The following are edited excerpts of their conversation.
Stew Friedman: Let me just start by asking you about what is probably your greatest claim to fame: having bid over $650,000 for a lunch with Warren Buffett. That’s more money than most people on this planet make in a lifetime. Why did you spend so much to spend lunch with Warren Buffett?
Guy Spier: Well, I should say that I got to buy in at discount. I was one-third of that, and my bidding partner Mohnish Pabrai was two-thirds of that. I went with my wife, and Mohnish went with his wife and two daughters, so I was one of six guests. If you think of the numerous amounts that we’ve given to charity, where all you get is a plaque or your name on a building but you don’t get to hang out with somebody who’s unusually interesting, then it already puts a different light on it. Mohnish understood more than I did at the time that to spend time in the company of extraordinary people is – if you can afford to do it – very, very worthwhile, even if you have to spend a lot of money on it. There are a small number of people who’ve figured out an awful lot more than we have, and while studying them from afar is good, being in their presence can be an extraordinary growth accelerator.

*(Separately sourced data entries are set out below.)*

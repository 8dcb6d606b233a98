package org.holdpoint.workflow;

import java.util.ArrayList;
import java.util.HashMap;
import java.util.HashSet;
import java.util.List;
import java.util.Locale;
import java.util.Map;
import java.util.Set;
import org.holdpoint.stats.Capability;
import org.holdpoint.stats.ControlChart;
import org.holdpoint.stats.CapabilityResult;
import org.holdpoint.stats.DistributionFamily;
import org.holdpoint.stats.DistributionFits;
import org.holdpoint.stats.FamilySelection;
import org.holdpoint.stats.FittedDistribution;
import org.holdpoint.stats.PercentileCapability;
import org.holdpoint.stats.PercentileCapabilityResult;
import org.holdpoint.stats.EsdResult;
import org.holdpoint.stats.GeneralizedEsd;
import org.holdpoint.stats.Grubbs;
import org.holdpoint.stats.GrubbsResult;
import org.holdpoint.stats.Independence;
import org.holdpoint.stats.Lag1Result;
import org.holdpoint.stats.Margin;
import org.holdpoint.stats.NormalityResult;
import org.holdpoint.stats.RankSumResult;
import org.holdpoint.stats.RankSumTest;
import org.holdpoint.stats.RunsResult;
import org.holdpoint.stats.SignedRankResult;
import org.holdpoint.stats.SignedRankTest;
import org.holdpoint.stats.StatsException;
import org.holdpoint.stats.WithinEstimator;
import org.holdpoint.result.AssumptionChecks;
import org.holdpoint.result.Stability;
import org.holdpoint.study.AnalysisSettings;
import org.holdpoint.study.CharacteristicData;
import org.holdpoint.study.StabilityOptions;
import org.holdpoint.study.CharacteristicSettings;
import org.holdpoint.study.DistributionSetting;
import org.holdpoint.result.FlaggedValue;
import org.holdpoint.result.GroupChecks;
import org.holdpoint.study.GroupData;
import org.holdpoint.result.Format;
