package org.holdpoint.archive;

import java.time.Clock;
import java.time.Instant;
import java.time.ZoneId;
import java.time.ZoneOffset;
import java.util.Properties;
import org.holdpoint.study.StudyVersion;

/**
 * Child process for {@link CrashConsistencyTest}: archives and signs studies in a tight loop, printing
 * {@code committed <changeId>} after each call returns, until it is killed (or has done 100,000). With a
 * third argument N it halts the JVM (exit code 3, no shutdown hooks) inside the N-th call of the archive's
 * clock, which every write makes inside its open transaction.
 */
public final class CrashChild {

    private CrashChild() {
    }

    /**
     * @param args the archive URL and a run label
     * @throws Exception on any failure (the parent then sees the exit code)
     */
    public static void main(String[] args) throws Exception {
        Clock clock = Clock.systemUTC();
        if (args.length > 2) {
            clock = new HaltingClock(Integer.parseInt(args[2]));
        }
        try (JdbcArchive archive = JdbcArchive.open(args[0], new Properties(), clock)) {
            System.out.println("open");
            System.out.flush();
            for (int i = 0; i < 100_000; i++) {
                String id = "CRASH-" + args[1] + "-" + i;
                StudyVersion v = archive.add(Fixtures.study(id, "4711", "tooling", "change verified",
                        Instant.parse("2025-05-01T00:00:00Z"), "Bore", "Wall", "Torque"), "child", "crash test");
                if (i % 2 == 0) {
                    archive.sign(v.id(), "Quinn", "quality manager", "approved", Instant.now());
                }
                System.out.println("committed " + id);
                System.out.flush();
            }
        }
    }

    /** A clock that halts the JVM at its N-th reading. */
    private static final class HaltingClock extends Clock {
        private final int haltAt;
        private int calls;

        HaltingClock(int haltAt) {
            this.haltAt = haltAt;
        }

        @Override
        public Instant instant() {
            if (++calls == haltAt) {
                Runtime.getRuntime().halt(3);
            }
            return Instant.now();
        }

        @Override
        public ZoneId getZone() {
            return ZoneOffset.UTC;
        }

        @Override
        public Clock withZone(ZoneId zone) {
            return this;
        }
    }
}
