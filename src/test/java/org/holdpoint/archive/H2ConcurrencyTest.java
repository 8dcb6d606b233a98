package org.holdpoint.archive;

import static org.assertj.core.api.Assertions.assertThat;

import org.junit.jupiter.api.Test;

/** Two archive objects writing to one H2 database at once (two threads, separate connection pools). */
class H2ConcurrencyTest {

    @Test
    void twoArchivesOnTheSameUrlAreSerialisedInTheJvmSoNeitherSeesAConflict() throws Exception {
        String url = Fixtures.memUrl("concurrent");
        try (JdbcArchive a = JdbcArchive.open(url); JdbcArchive b = JdbcArchive.open(url)) {
            ConcurrentWriters.Outcome o = ConcurrentWriters.race(a, b, 60);
            assertThat(o.report().problems()).isEmpty();
            assertThat(o.retryable()).isZero();
            // 60 per writer, every third (i = 0, 3, …, 57: 20) also corrected
            assertThat(o.stored()).isEqualTo(160);
            assertThat(o.listed()).isEqualTo(160);
            assertThat(a.conflictsRetried() + b.conflictsRetried()).isZero();
        }
    }

    @Test
    void writersWithoutASharedLockRaceInTheDatabaseAndLosersAreRetriedOrToldToRetry() throws Exception {
        // two spellings of one database: no shared JVM lock, as with two processes on a server
        String url = Fixtures.memUrl("racing");
        try (JdbcArchive a = JdbcArchive.open(url); JdbcArchive b = JdbcArchive.open(url + ";LOCK_TIMEOUT=10000")) {
            ConcurrentWriters.Outcome o = ConcurrentWriters.race(a, b, 60);
            assertThat(o.report().problems()).isEmpty();
            assertThat(o.listed()).isEqualTo(o.stored());
            assertThat(o.report().studiesChecked()).isEqualTo(o.stored());
            assertThat(o.report().eventsChecked()).isGreaterThanOrEqualTo(o.stored());
        }
    }

    @Test
    void verifyReadsAConsistentSnapshotWhileAnotherArchiveWrites() throws Exception {
        String url = Fixtures.memUrl("verify-while-writing");
        try (JdbcArchive writer = JdbcArchive.open(url); JdbcArchive auditor = JdbcArchive.open(url)) {
            int[] r = ConcurrentWriters.verifyWhileWriting(writer, auditor, 150);
            assertThat(r[0]).as("problems over %d reports", r[1]).isZero();
            assertThat(r[1]).isPositive();
        }
    }
}
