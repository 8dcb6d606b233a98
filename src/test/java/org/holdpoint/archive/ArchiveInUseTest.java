package org.holdpoint.archive;

import static org.assertj.core.api.Assertions.assertThat;
import static org.assertj.core.api.Assertions.assertThatThrownBy;

import java.io.BufferedReader;
import java.io.InputStreamReader;
import java.nio.charset.StandardCharsets;
import java.nio.file.Path;
import java.util.List;
import java.util.concurrent.TimeUnit;
import org.holdpoint.study.ArchiveException;
import org.junit.jupiter.api.Test;
import org.junit.jupiter.api.io.TempDir;

/**
 * The embedded archive open in another program is refused in the archive's words, not with the
 * database engine's advice about its own server mode (H2's error 90020).
 */
class ArchiveInUseTest {
    @TempDir
    Path dir;

    @Test
    void anArchiveOpenElsewhereIsRefusedInPlainWords() throws Exception {
        String url = "jdbc:h2:file:" + dir.resolve("db").toAbsolutePath() + "/holdpoint";
        try (JdbcArchive created = JdbcArchive.open(url)) {
            assertThat(created).isNotNull();
        }
        String classpath = System.getProperty("surefire.test.class.path", System.getProperty("java.class.path"));
        Process p = new ProcessBuilder(List.of(Path.of(System.getProperty("java.home"), "bin", "java").toString(),
                "-cp", classpath, HoldingChild.class.getName(), url)).redirectError(ProcessBuilder.Redirect.DISCARD)
                .start();
        try {
            BufferedReader out = new BufferedReader(new InputStreamReader(p.getInputStream(), StandardCharsets.UTF_8));
            assertThat(out.readLine()).isEqualTo("open");
            assertThatThrownBy(() -> {
                try (JdbcArchive second = JdbcArchive.open(url)) {
                    second.list(org.holdpoint.study.ArchiveQuery.withDefaults());
                }
            }).isInstanceOf(ArchiveException.class).hasMessageContaining("is open in another Holdpoint program")
                    .hasMessageNotContaining("server mode");
        } finally {
            p.destroy();
            p.waitFor(30, TimeUnit.SECONDS);
        }
    }
}
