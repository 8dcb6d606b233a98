package org.holdpoint.archive;

import static org.assertj.core.api.Assertions.assertThat;

import org.junit.jupiter.api.Test;

/** Splitting migration scripts into statements. */
class SqlScriptTest {

    @Test
    void splitsAtSemicolonsOutsideQuotesCommentsAndDollarBodies() {
        String script = """
                -- a comment; with a semicolon
                CREATE TABLE t (a text DEFAULT 'x;y');
                CREATE FUNCTION f() RETURNS trigger LANGUAGE plpgsql AS $$
                BEGIN RAISE EXCEPTION 'no; never'; END
                $$;
                DO $body$ BEGIN PERFORM 1; END $body$;
                SELECT "odd;name" FROM t
                """;
        assertThat(SqlScript.split(script)).containsExactly(
                "CREATE TABLE t (a text DEFAULT 'x;y')",
                "CREATE FUNCTION f() RETURNS trigger LANGUAGE plpgsql AS $$\n"
                        + "BEGIN RAISE EXCEPTION 'no; never'; END\n$$",
                "DO $body$ BEGIN PERFORM 1; END $body$",
                "SELECT \"odd;name\" FROM t");
    }

    @Test
    void theShippedMigrationsSplitIntoTheExpectedNumberOfStatements() throws Exception {
        // counted by hand in the V1 scripts: H2 4 tables + 7 indexes; PostgreSQL adds the role check,
        // 1 function, 8 triggers, 1 REVOKE, 3 GRANTs, and row-level security with 3 policies
        assertThat(SqlScript.split(Migrator.load(Dialect.H2).get(0).text())).hasSize(11);
        assertThat(SqlScript.split(Migrator.load(Dialect.POSTGRESQL).get(0).text())).hasSize(29);
    }
}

SF: One of the things you point to in your book is the importance of surrounding yourself with people whose values are aligned with yours. That’s the case with you and Buffett, right?
GS: Absolutely. Here’s what happens when you spend time with Warren Buffett. You learn how little time and energy he spends doing things he doesn’t like to do. One big thing about being authentic is that it just takes up less energy. When you are authentic with yourself and with the world, you waste less energy trying to be different things to different people. We often try to present one mask at work and another mask elsewhere. We can do it, but it just takes so much energy– energy that could be used more productively.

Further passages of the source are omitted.